Find reference mismatches in PLINK filesets and fix them.


Keywords
bim, PLINK, FASTA, genomics, qc
License
MIT
Install
pip install flippyr==0.5.3

Documentation

Flippyr for Python

Note: Version 0.4.0 Previous versions' log files swapped the number of invalid and ambiguous variants. This did not effect the output genotypes or table, but it has been fixed.

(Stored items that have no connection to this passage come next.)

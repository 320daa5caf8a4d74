package friction

// Colebrook lets tests count the Newton steps.
var Colebrook = colebrook
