package record

import (
	"os"
	"path/filepath"
	"testing"

	"leat/api/operation"
)

// BenchmarkRecord is the cost of a record beside the solve, its picture included.
func BenchmarkRecord(b *testing.B) {
	for _, name := range []string{"depths.pipe", "profile.drain", "appraisal.ditch"} {
		b.Run(name, func(b *testing.B) {
			op := operationOf(b, name)
			body, err := os.ReadFile(filepath.Join("..", "..", "openapi", "examples", name+".request.json"))
			if err != nil {
				b.Fatal(err)
			}
			solved, problem := op.Solve(body, operation.Options{Fingerprint: true})
			if problem != nil {
				b.Fatal(problem)
			}
			form := Renderings(op)[0]
			var page []byte
			b.ReportAllocs()
			for b.Loop() {
				if page, problem = form.Append(page[:0], &solved); problem != nil {
					b.Fatal(problem)
				}
			}
			b.ReportMetric(float64(len(page)), "B/page")
		})
	}
}
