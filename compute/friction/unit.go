package friction

// UnitCoefficients reports whether a law treats every section as one, so that alpha and beta are 1 at every depth: all laws but
// zones combined as Divided or Lotter.
func UnitCoefficients(law Law) bool {
	zones, parted := law.(*Zones)
	return !parted || zones.AsOne()
}
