#!/usr/bin/env python3
"""Makes flow.jsonl: geometry, states and characteristic depths of all kinds of sections to 40 digits, printed to 25.

Everything is written here as the interface's documentation states it (sections, friction laws, specific energy and force, Froude number), not
after the program under test, and evaluated with mpmath at 70 digits on the very float64 numbers that the tests use:

  - straight-sided sections by clipping each line at the water surface, arcs by antiderivatives from the lowest point, the ellipse by
    Legendre's integral of the second kind through Gauss's transformation, the parabola in closed form, tables by Hermite's cubic;
  - every root by a dense scan of each smooth piece between the depths where something breaks (90 to 170 points a piece, closest at both ends), with a
    golden-section search wherever the derivative comes near zero between samples, and then Chandrupatla's bracketing method (T. R. Chandrupatla 1997,
    Advances in Engineering Software 28) to 1e-48 of the depth.

The seed of each case is its kind and number, so that a kind can be made again alone. --check holds the geometry against numerical quadrature and the
rates against differences.

    /usr/bin/python3 flow.py > flow.jsonl        (two processes, some minutes; "flow.py circular" makes that kind alone, "flow.py other" other cases)
    /usr/bin/python3 flow.py --check
"""
import bisect
import json
import multiprocessing
import random
import sys

from mpmath import mp, mpf

mp.dps = 70
ZERO, ONE, TWO = mpf(0), mpf(1), mpf(2)
PI = +mp.pi
LN10 = mp.log(10)
KINDS = ["rectangular", "trapezoidal", "triangular", "parabolic", "u_shaped", "circular", "box", "elliptical", "egg", "horseshoe",
         "gutter", "two_stage", "surveyed", "tabulated"]
SEED = ""
COUNT = {"two_stage": 240, "surveyed": 200, "tabulated": 130}
STATE = ["area", "wetted_perimeter", "top_width", "moment", "perimeter_rate", "top_width_rate", "hydraulic_radius", "hydraulic_depth",
         "centroid_depth", "conveyance", "uniform_discharge", "velocity", "velocity_head", "froude_number", "specific_energy",
         "specific_force", "friction_slope", "bed_shear_stress", "stream_power"]


class Skip(Exception):
    """The case drawn is one of which nothing certain can be said; another is drawn."""


# ---------------------------------------------------------------- geometry
# A geometry is (area, perimeter, top width, first moment about the surface, dperimeter/ddepth, dwidth/ddepth).
# side 0 takes the value just below a depth, side 1 the limit from above.
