package friction

import (
	"math"

	"leat/compute"
	"leat/compute/section"
	"leat/compute/solve"
)

// Grass is the law of grass linings: stems bend under the flow, so that Manning's n falls with the mean boundary shear stress,
//
//	n = Cn/tau^0.4,   tau = rho g R S in N/m2
//
// (R. T. Kilgore and G. K. Cotton 2005, FHWA Hydraulic Engineering Circular 15, third edition, section 4.1, after N. Kouwen and R.-M. Li
// 1981). With Manning's law that makes uniform flow Q = (rho g)^0.4/Cn A R^(16/15) S^0.9: depth and roughness need no iteration.
type Grass struct {
	coefficient float64 // Cn
	weight      float64 // (rho g)^0.4
}

// NewGrass returns the law of a grass roughness coefficient Cn (as used with N/m2) and gravity in m/s2. It fails with
// compute.Faults where one of them is not positive or wildly out of the range of what occurs.
func NewGrass(coefficient, gravity float64) (Law, error) {
	var faults compute.Faults
	faults = within(faults, "grass_roughness", "grass roughness coefficient", coefficient, leastManning, greatestManning)
	faults = within(faults, "gravity", "gravity", gravity, leastGravity, greatestGravity)
	if len(faults) > 0 {
		return nil, faults
	}
	return Grass{coefficient: coefficient, weight: solve.Power(compute.WaterDensity*gravity, 0.4)}, nil
}

// unit returns what flows uniformly on a slope of 1, (rho g)^0.4/Cn A R^(16/15), and its relative rate of change with depth times the area.
func (l Grass) unit(g section.Geometry) (q, relative float64) {
	radius := g.Area / g.Perimeter
	q = l.weight / l.coefficient * g.Area * radius * math.Cbrt(fifthRoot(radius))
	return q, g.TopWidth + 16.0/15*(g.TopWidth-radius*g.PerimeterRate)
}

// fifthRoot returns x^(1/5).
func fifthRoot(x float64) float64 { return solve.PairedPower(x, fifth) }

// fifth is 1/5 in paired precision.
var fifth = solve.Pair{High: 1}.Divide(solve.Pair{High: 5})

// AtSlope implements Law: K = Q/sqrt(S).
func (l Grass) AtSlope(g section.Geometry, slope float64) Conveyance {
	if !(g.Area > 0 && g.Perimeter > 0 && slope > 0) {
		return Conveyance{}
	}
	q, relative := l.unit(g)
	root := fifthRoot(slope)
	k := q * root * root
	return Conveyance{K: k, Rate: k * relative / g.Area}
}

// AtDischarge implements Law: the slope at which the discharge is uniform is (Q/unit)^(10/9).
func (l Grass) AtDischarge(g section.Geometry, discharge float64) Conveyance {
	if !(g.Area > 0 && g.Perimeter > 0 && discharge > 0) {
		return Conveyance{}
	}
	q, relative := l.unit(g)
	k := discharge * solve.PairedPower(q/discharge, fiveNinths)
	return Conveyance{K: k, Rate: 5.0 / 9 * k * relative / g.Area}
}

// fiveNinths is 5/9 in paired precision.
var fiveNinths = solve.Pair{High: 5}.Divide(solve.Pair{High: 9})

// Coefficients implements Law: the section is one, so both are 1.
func (l Grass) Coefficients(section.Geometry) Coefficients { return one }

// Breaks implements Law: there are none.
func (l Grass) Breaks() []float64 { return nil }

// Form implements Law.
func (l Grass) Form() Form { return Whole }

This package is designed to align a PLINK fileset with a FASTA reference genome. It identifies the following issues:

  • Strand flipping: Flippyr identifies variants on the reverse strand in relation to the reference genome.
  • Allele reversal: PLINK operates on the minor (A1) and major (A2) alleles in the fileset unless the --keep-allele-order or --real-ref-alleles switches are used. Flippyr identifies variants where A2 does not match the reference allele or its complement, but A1 does.
  • Ambiguous alleles: Flippyr identifies alleles where the which are complements. It is impossible to know whether these are correct, strand flipped, or allele reversed, so they are often removed. These include AT, TA, CG and GC.
  • Indels: Flippyr identifies insertions and deletions for removal from the fileset. There is no consistant format for representation of indels in plink filesets, so Flippyr does not check flipping and reversal on indels and instead marks them for deletion.
  • Unmatched alleles: Flippyr marks loci where the reference or reference complement do not match either of the alleles in the PLINK fileset. This could be due to an incorrectly called variant, a missing allele or a chromosome not in the reference genome. PLINK allows chromosomes above 22 which include mitochondrial and various sex chromosome regions; unless the reference FASTA includes those, they will be marked as missing.
  • Multiallelic sites: Flippyr identifies loci with more than one variant and marks them for deletion. Please use output files if this is not the desired behavior.

Use cases:

There are several common use cases for Flippyr:

  • Pre-imputation quality control: Imputation software and services like the Michigan Imputation Server require all variants to be aligned to the forward reference allele and disallow indels and multiallelic sites. This software prepares your PLINK files for imputation. You will also need to split your sample into individual chromosomes and create sorted Gzipped Variant Call format (.vcf.gz) files.
  • Harmonization: If you are combining multiple data sets for joint analysis, you may wish to harmonize them to the same reference.

Dependancies:

Flippyr is compatible with Python version 3 and above, and requires pyfaidx and pandas. These dependancies are automatically installed when using pip or easy_install.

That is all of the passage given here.